> _Work task_:
Each entry that follows must be output without any deviation.

━━━━━ Records for this task ━━━━━

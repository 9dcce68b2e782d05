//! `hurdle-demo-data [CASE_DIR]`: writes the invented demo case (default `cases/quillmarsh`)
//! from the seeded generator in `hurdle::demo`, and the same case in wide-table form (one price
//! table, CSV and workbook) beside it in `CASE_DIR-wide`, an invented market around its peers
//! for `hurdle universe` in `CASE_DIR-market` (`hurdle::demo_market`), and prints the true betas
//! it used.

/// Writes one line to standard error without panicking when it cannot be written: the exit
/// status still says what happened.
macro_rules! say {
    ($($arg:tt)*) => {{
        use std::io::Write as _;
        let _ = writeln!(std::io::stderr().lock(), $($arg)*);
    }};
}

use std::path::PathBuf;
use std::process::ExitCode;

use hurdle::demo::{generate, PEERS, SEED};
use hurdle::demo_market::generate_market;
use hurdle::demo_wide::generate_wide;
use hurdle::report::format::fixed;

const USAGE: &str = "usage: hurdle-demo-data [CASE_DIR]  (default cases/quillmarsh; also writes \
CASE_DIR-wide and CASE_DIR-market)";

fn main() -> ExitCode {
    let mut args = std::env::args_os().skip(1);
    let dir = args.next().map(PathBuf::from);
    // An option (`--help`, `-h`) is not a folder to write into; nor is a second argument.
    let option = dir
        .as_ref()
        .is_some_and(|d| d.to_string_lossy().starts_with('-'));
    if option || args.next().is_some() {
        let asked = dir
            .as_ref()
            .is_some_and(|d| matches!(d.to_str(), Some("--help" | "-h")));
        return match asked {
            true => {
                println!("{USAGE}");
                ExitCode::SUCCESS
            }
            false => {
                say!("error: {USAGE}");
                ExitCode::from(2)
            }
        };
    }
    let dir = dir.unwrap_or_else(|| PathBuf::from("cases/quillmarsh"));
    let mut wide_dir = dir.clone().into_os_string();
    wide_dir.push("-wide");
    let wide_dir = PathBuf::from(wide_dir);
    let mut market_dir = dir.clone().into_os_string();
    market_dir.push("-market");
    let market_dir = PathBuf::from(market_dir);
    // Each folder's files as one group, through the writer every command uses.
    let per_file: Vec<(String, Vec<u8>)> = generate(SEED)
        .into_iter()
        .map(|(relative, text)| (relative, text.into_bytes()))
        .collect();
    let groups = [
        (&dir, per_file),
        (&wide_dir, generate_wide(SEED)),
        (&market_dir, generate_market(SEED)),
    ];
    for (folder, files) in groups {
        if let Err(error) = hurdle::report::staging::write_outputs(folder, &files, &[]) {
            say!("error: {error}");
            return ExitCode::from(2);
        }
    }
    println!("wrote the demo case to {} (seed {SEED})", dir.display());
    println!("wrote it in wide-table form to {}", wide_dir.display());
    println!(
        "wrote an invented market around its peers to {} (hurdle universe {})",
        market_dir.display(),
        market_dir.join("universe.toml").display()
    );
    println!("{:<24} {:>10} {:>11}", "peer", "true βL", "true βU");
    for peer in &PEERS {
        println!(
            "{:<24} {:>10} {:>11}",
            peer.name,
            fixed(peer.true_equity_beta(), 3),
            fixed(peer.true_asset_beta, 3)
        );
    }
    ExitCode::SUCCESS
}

━━━━━

> _Final answer_:
repository 9dcce68b2e782d05
//! `hurdle-demo-data [CASE_DIR]`: writes the invented demo case (default `cases/quillmarsh`)
//! from the seeded generator in `hurdle::demo`, and the same case in wide-table form (one price
//! table, CSV and workbook) beside it in `CASE_DIR-wide`, an invented market around its peers
//! for `hurdle universe` in `CASE_DIR-market` (`hurdle::demo_market`), and prints the true betas
//! it used.

/// Writes one line to standard error without panicking when it cannot be written: the exit
/// status still says what happened.
macro_rules! say {
    ($($arg:tt)*) => {{
        use std::io::Write as _;
        let _ = writeln!(std::io::stderr().lock(), $($arg)*);
    }};
}

use std::path::PathBuf;
use std::process::ExitCode;

use hurdle::demo::{generate, PEERS, SEED};
use hurdle::demo_market::generate_market;
use hurdle::demo_wide::generate_wide;
use hurdle::report::format::fixed;

const USAGE: &str = "usage: hurdle-demo-data [CASE_DIR]  (default cases/quillmarsh; also writes \
CASE_DIR-wide and CASE_DIR-market)";

fn main() -> ExitCode {
    let mut args = std::env::args_os().skip(1);
    let dir = args.next().map(PathBuf::from);
    // An option (`--help`, `-h`) is not a folder to write into; nor is a second argument.
    let option = dir
        .as_ref()
        .is_some_and(|d| d.to_string_lossy().starts_with('-'));
    if option || args.next().is_some() {
        let asked = dir
            .as_ref()
            .is_some_and(|d| matches!(d.to_str(), Some("--help" | "-h")));
        return match asked {
            true => {
                println!("{USAGE}");
                ExitCode::SUCCESS
            }
            false => {
                say!("error: {USAGE}");
                ExitCode::from(2)
            }
        };
    }
    let dir = dir.unwrap_or_else(|| PathBuf::from("cases/quillmarsh"));
    let mut wide_dir = dir.clone().into_os_string();
    wide_dir.push("-wide");
    let wide_dir = PathBuf::from(wide_dir);
    let mut market_dir = dir.clone().into_os_string();
    market_dir.push("-market");
    let market_dir = PathBuf::from(market_dir);
    // Each folder's files as one group, through the writer every command uses.
    let per_file: Vec<(String, Vec<u8>)> = generate(SEED)
        .into_iter()
        .map(|(relative, text)| (relative, text.into_bytes()))
        .collect();
    let groups = [
        (&dir, per_file),
        (&wide_dir, generate_wide(SEED)),
        (&market_dir, generate_market(SEED)),
    ];
    for (folder, files) in groups {
        if let Err(error) = hurdle::report::staging::write_outputs(folder, &files, &[]) {
            say!("error: {error}");
            return ExitCode::from(2);
        }
    }
    println!("wrote the demo case to {} (seed {SEED})", dir.display());
    println!("wrote it in wide-table form to {}", wide_dir.display());
    println!(
        "wrote an invented market around its peers to {} (hurdle universe {})",
        market_dir.display(),
        market_dir.join("universe.toml").display()
    );
    println!("{:<24} {:>10} {:>11}", "peer", "true βL", "true βU");
    for peer in &PEERS {
        println!(
            "{:<24} {:>10} {:>11}",
            peer.name,
            fixed(peer.true_equity_beta(), 3),
            fixed(peer.true_asset_beta, 3)
        );
    }
    ExitCode::SUCCESS
}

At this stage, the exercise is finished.